Why is there 'dereference of possible null exception' warning when null check result is assigned to variable?


Working on enabling the feature to treat nullable warnings as errors and I am running into scenarios like below where I am getting CS8602: Dereference of possibly null reference warning.

List<string>? a = null;
var wasCreated = a != null;
//if (a != null) // using this doesnt give the warning
if (wasCreated) // using this gives the warning
{
    a.Add("b"); // Warning happens here.
}

Reading through the docs I didn't see any explicit statement calling out assigning null check result in variable and checking variable would not suffice. Is the compiler really incapable of identifying null check has happened when done that way?


Solution

  • This is a known limitation of current compiler. Introducing an intermediate variable will "break" the nullable flow analysis since compiler does not perform any kind of alias/value tracking in this case (due to potential cost in both performance and implementation as far as I understand).

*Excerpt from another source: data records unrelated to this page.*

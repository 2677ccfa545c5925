import { User } from '@/models';
import { db } from '@/lib/db/connection';

/** The account facts a session check needs. */
export type Account = {
  id: number;
  email: string;
  name: string;
  role: string;
  sessionVersion: number;
  disabled: boolean;
  removed: boolean;
  lastSeenAt: number | null;
};

/**
 * Accounts read in the last few seconds. Every request needs its account, and a database round trip
 * through the ORM costs more than the rest of a small request; a change made through this process
 * (sign-out, role, password, disabling, removal) drops the entry at once, and another app server sees
 * it within the TTL.
 */
const recent = new Map<number, { account: Account | null; until: number }>();
const ACCOUNT_TTL_MS = 5000;
/** Last-seen times are written at most this often per account (a write per request would cost too much). */
const TOUCH_EVERY_MS = 60_000;

/** Forgets the cached account so the next request reads it afresh (call after changing a user). */
export function forgetSessionUser(id: number): void {
  recent.delete(id);
}

/** The account as the session check sees it; null when there is no such row. */
export async function loadAccount(id: number): Promise<Account | null> {
  const now = Date.now();
  const hit = recent.get(id);
  if (hit && hit.until > now) return hit.account;
  await db();
  const row = await User.findByPk(id);
  const account = row
    ? {
        id: row.id,
        email: row.email,
        name: row.name,
        role: row.role,
        sessionVersion: row.sessionVersion,
        disabled: row.disabledAt != null,
        removed: row.removedAt != null,
        lastSeenAt: row.lastSeenAt ? row.lastSeenAt.getTime() : null,
      }
    : null;
  if (recent.size > 1000) recent.clear();
  recent.set(id, { account, until: now + ACCOUNT_TTL_MS });
  return account;
}

/** Records that the account was used (for the idle timeout), at most once a minute per account. */
export function touchLastSeen(account: Account, now = Date.now()): void {
  if (account.lastSeenAt !== null && now - account.lastSeenAt < TOUCH_EVERY_MS) return;
  account.lastSeenAt = now;
  void db()
    .then(() => User.update({ lastSeenAt: new Date(now) }, { where: { id: account.id } }))
    .catch((err) => console.error('[chordline] could not record last-seen time:', err instanceof Error ? err.message : err));
}

/**
 * Ends every session of the account issued so far (sign-out, password or role change, disabling,
 * removal): the version every token must carry moves on. Pass `transaction` inside one.
 */
export async function endSessions(id: number, options: { transaction?: import('sequelize').Transaction } = {}): Promise<void> {
  await db();
  await User.increment('sessionVersion', { by: 1, where: { id }, transaction: options.transaction });
  forgetSessionUser(id);
}
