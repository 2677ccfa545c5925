/**
 * Where to go after signing in: only a path on this site (never another origin, never the sign-in
 * page itself); /bridges otherwise.
 */
export function safeCallbackPath(raw: string | null | undefined, origin?: string): string {
  if (!raw) return '/bridges';
  let path = raw;
  if (/^https?:\/\//i.test(raw)) {
    try {
      const url = new URL(raw);
      if (!origin || url.origin !== origin) return '/bridges';
      path = `${url.pathname}${url.search}${url.hash}`;
    } catch {
      return '/bridges';
    }
  }
  if (!path.startsWith('/') || path.startsWith('//') || path.startsWith('/\\')) return '/bridges';
  if (path === '/signin' || path.startsWith('/signin?') || path.startsWith('/api/')) return '/bridges';
  return path;
}
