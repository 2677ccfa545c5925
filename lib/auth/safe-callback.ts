/**
 * True when `path` is a path on this site and nothing else: one leading `/`, no second `/` or `\`
 * right after it (a browser reads `//host` and `/\host` as another site), and no control characters
 * or whitespace anywhere (browsers drop tabs and line breaks, so `/\t/host` becomes `//host`).
 */
export function isLocalPath(path: string): boolean {
  if (!path.startsWith('/') || path[1] === '/' || path[1] === '\\') return false;
  // Control characters (C0, DEL, C1), every kind of Unicode space and the invisible format characters.
  if (/[\u0000-\u0020\u007f-\u00a0\u00ad\u1680\u180e\u2000-\u200f\u2028-\u202f\u205f-\u206f\u3000\ufeff]/.test(path)) return false;
  return !path.includes('\\');
}

/**
 * Where to go after signing in: only a path on this site (never another origin, never the sign-in
 * page itself or an API route); /bridges otherwise. An absolute URL counts only when its origin is
 * `origin` (the app's own), and then only its path is kept.
 */
export function safeCallbackPath(raw: string | null | undefined, origin?: string): string {
  const path = localPathOf(raw, origin);
  if (!path) return '/bridges';
  if (path === '/signin' || path.startsWith('/signin?') || path.startsWith('/api/')) return '/bridges';
  return path;
}

/** The same-origin path `raw` names, or null. */
export function localPathOf(raw: string | null | undefined, origin?: string): string | null {
  if (!raw) return null;
  let path = raw;
  if (/^https?:\/\//i.test(raw)) {
    if (!isLocalPath(`/${raw.replace(/^https?:\/\//i, '')}`)) return null;
    try {
      const url = new URL(raw);
      if (!origin || url.origin !== origin) return null;
      path = `${url.pathname}${url.search}${url.hash}`;
    } catch {
      return null;
    }
  }
  return isLocalPath(path) ? path : null;
}
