import fs from 'node:fs';
import path from 'node:path';
import crypto from 'node:crypto';
import { dataDir } from '@/lib/config';

/**
 * The key that signs session tokens. NEXTAUTH_SECRET wins; otherwise a random key is generated once
 * into DATA_DIR so sessions survive restarts without anyone having to invent a secret.
 */
export function authSecret(): string {
  if (process.env.NEXTAUTH_SECRET) return process.env.NEXTAUTH_SECRET;
  const dir = dataDir();
  const file = path.join(dir, 'nextauth-secret');
  fs.mkdirSync(dir, { recursive: true });
  if (!fs.existsSync(file)) {
    try {
      fs.writeFileSync(file, crypto.randomBytes(32).toString('base64url'), { mode: 0o600, flag: 'wx' });
    } catch (err) {
      if ((err as NodeJS.ErrnoException).code !== 'EEXIST') throw err;
    }
  }
  const secret = fs.readFileSync(file, 'utf8').trim();
  process.env.NEXTAUTH_SECRET = secret;
  return secret;
}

    From this github comment:

    Closing as we've decided not to do this type of dependent/alias flow analysis in the compiler.

    Or this one:

    This is essentially asking for nullable to support alias tracking. That is a feature we've explicitly decided to not do in 8.0 due to the complexity. I have some doubts we'd ever be able to do it because of the inherent complexity of alias tracking in C#.
    Primary bug tracking this is #34644. Yes that is about indexers but it's the same fundamental problem: alias/value tracking.

    And several others similar - one, two, three. Also this commend about "path-independent flow analysis" is related too as far as I understand.